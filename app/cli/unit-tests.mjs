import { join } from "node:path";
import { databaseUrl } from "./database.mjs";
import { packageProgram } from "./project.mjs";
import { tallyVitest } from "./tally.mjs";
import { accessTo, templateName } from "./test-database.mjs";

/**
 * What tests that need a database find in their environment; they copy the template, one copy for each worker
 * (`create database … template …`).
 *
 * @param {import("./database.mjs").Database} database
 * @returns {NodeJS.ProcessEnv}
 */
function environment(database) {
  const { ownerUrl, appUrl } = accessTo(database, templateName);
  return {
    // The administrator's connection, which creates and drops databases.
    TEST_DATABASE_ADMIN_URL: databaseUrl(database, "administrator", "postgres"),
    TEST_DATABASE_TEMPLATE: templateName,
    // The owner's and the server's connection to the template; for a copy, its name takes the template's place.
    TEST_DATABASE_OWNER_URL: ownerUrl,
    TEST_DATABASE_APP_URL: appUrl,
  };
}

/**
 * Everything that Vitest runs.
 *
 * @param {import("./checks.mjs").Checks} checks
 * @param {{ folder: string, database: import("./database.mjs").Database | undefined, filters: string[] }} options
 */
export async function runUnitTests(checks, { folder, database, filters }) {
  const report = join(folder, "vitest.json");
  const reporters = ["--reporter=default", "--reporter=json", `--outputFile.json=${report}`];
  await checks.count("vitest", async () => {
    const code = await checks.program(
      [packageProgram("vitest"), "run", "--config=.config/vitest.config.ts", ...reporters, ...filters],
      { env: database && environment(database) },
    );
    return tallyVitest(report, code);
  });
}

-------

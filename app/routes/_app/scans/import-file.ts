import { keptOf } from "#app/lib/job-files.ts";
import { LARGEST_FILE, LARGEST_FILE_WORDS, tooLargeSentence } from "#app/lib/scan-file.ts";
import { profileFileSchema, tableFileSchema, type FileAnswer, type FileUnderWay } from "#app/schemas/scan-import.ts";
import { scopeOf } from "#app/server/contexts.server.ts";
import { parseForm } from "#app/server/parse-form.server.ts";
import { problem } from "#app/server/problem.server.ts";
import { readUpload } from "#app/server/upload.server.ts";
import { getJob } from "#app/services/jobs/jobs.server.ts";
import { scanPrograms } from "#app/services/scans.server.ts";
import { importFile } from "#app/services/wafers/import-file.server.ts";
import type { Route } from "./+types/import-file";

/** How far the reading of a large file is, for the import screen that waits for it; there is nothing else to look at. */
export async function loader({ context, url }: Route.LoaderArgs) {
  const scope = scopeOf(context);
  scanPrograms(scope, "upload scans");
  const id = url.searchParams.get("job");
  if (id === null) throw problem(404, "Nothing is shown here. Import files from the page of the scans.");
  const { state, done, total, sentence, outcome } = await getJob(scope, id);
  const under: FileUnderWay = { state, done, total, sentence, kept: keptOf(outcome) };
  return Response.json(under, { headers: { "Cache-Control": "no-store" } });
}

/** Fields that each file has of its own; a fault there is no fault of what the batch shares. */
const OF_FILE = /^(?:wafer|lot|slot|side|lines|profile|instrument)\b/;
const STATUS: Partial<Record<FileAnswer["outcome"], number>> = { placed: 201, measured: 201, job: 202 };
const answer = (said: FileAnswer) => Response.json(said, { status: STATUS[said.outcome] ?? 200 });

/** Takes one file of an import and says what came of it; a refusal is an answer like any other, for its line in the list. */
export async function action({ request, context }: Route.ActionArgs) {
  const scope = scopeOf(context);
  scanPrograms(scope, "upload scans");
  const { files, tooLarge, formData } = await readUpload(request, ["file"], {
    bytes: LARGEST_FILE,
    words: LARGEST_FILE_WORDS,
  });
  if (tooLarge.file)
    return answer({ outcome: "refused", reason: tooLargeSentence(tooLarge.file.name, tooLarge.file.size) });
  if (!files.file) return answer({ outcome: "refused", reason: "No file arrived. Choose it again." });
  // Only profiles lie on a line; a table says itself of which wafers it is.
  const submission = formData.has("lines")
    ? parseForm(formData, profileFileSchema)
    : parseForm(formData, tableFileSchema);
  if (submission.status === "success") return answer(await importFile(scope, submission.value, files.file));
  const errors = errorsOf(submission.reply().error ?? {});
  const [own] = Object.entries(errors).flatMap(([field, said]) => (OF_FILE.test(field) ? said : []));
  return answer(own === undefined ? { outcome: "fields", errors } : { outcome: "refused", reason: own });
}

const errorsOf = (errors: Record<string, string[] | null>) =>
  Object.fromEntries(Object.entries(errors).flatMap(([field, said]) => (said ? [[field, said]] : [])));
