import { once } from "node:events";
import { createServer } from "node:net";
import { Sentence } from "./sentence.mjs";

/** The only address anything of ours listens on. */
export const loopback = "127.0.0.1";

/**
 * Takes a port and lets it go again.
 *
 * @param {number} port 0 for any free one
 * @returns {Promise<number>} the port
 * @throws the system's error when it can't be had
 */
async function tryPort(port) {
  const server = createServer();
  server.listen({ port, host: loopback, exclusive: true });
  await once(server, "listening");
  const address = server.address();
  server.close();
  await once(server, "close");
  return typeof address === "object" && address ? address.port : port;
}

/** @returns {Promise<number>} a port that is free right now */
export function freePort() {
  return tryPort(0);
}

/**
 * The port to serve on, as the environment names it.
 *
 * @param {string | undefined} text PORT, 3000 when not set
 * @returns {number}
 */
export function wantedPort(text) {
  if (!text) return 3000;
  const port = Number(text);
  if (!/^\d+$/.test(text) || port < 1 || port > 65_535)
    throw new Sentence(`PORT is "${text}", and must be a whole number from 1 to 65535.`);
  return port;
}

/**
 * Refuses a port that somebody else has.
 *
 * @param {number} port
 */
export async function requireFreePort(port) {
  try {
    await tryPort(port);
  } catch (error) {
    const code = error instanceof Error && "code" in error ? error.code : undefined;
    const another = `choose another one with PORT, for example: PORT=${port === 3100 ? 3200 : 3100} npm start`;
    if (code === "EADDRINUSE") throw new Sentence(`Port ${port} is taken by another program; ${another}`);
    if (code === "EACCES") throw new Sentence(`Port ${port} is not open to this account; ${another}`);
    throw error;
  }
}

-------

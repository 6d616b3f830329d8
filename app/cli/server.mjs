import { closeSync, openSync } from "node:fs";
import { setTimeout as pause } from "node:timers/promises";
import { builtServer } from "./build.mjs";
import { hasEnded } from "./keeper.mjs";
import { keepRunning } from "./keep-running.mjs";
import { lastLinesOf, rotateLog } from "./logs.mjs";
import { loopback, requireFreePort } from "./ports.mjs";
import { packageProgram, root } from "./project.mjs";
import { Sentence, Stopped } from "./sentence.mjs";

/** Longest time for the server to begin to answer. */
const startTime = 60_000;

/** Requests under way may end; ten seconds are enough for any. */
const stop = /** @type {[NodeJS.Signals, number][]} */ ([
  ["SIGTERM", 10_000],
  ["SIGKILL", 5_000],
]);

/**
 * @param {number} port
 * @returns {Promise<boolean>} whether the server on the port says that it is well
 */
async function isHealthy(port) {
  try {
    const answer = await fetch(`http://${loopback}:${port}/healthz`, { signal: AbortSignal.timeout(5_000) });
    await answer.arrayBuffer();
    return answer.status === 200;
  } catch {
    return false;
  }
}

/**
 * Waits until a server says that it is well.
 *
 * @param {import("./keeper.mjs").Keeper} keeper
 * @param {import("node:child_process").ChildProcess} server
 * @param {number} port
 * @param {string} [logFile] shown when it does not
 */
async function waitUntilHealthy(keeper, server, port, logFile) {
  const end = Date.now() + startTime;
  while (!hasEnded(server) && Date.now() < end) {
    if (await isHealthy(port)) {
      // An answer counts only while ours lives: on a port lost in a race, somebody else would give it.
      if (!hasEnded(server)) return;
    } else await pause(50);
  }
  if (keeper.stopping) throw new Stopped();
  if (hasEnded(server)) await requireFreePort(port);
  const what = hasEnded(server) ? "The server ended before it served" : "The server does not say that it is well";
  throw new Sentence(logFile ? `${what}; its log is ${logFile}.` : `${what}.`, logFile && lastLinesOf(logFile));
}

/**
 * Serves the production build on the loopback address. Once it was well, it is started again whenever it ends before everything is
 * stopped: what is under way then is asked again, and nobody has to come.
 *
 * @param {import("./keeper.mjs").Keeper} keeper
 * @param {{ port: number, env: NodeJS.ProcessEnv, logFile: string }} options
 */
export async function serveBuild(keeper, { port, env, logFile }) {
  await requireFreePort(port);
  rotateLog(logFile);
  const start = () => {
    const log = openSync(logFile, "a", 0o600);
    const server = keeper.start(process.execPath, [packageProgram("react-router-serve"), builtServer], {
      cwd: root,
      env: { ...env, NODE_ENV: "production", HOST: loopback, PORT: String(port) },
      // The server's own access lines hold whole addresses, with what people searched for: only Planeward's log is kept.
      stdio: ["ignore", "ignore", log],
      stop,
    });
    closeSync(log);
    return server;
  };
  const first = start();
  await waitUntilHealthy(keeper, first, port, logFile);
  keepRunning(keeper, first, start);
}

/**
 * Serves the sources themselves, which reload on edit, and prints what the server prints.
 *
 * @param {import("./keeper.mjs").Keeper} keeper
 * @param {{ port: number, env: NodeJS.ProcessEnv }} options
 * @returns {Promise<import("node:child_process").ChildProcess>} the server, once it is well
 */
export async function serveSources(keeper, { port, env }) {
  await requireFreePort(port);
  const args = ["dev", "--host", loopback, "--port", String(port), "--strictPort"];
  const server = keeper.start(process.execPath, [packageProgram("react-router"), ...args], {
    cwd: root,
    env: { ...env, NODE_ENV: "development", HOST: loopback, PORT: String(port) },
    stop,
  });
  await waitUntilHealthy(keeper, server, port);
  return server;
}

-------

The reply should hold only the lines of the listing above starting at the line containing "const answer = await" and ending at the line containing "if (keeper.stopping) throw new Stopped();", exactly as written.

WORKED SOLUTION:
    const answer = await fetch(`http://${loopback}:${port}/healthz`, { signal: AbortSignal.timeout(5_000) });
    await answer.arrayBuffer();
    return answer.status === 200;
  } catch {
    return false;
  }
}

/**
 * Waits until a server says that it is well.
 *
 * @param {import("./keeper.mjs").Keeper} keeper
 * @param {import("node:child_process").ChildProcess} server
 * @param {number} port
 * @param {string} [logFile] shown when it does not
 */
async function waitUntilHealthy(keeper, server, port, logFile) {
  const end = Date.now() + startTime;
  while (!hasEnded(server) && Date.now() < end) {
    if (await isHealthy(port)) {
      // An answer counts only while ours lives: on a port lost in a race, somebody else would give it.
      if (!hasEnded(server)) return;
    } else await pause(50);
  }
  if (keeper.stopping) throw new Stopped();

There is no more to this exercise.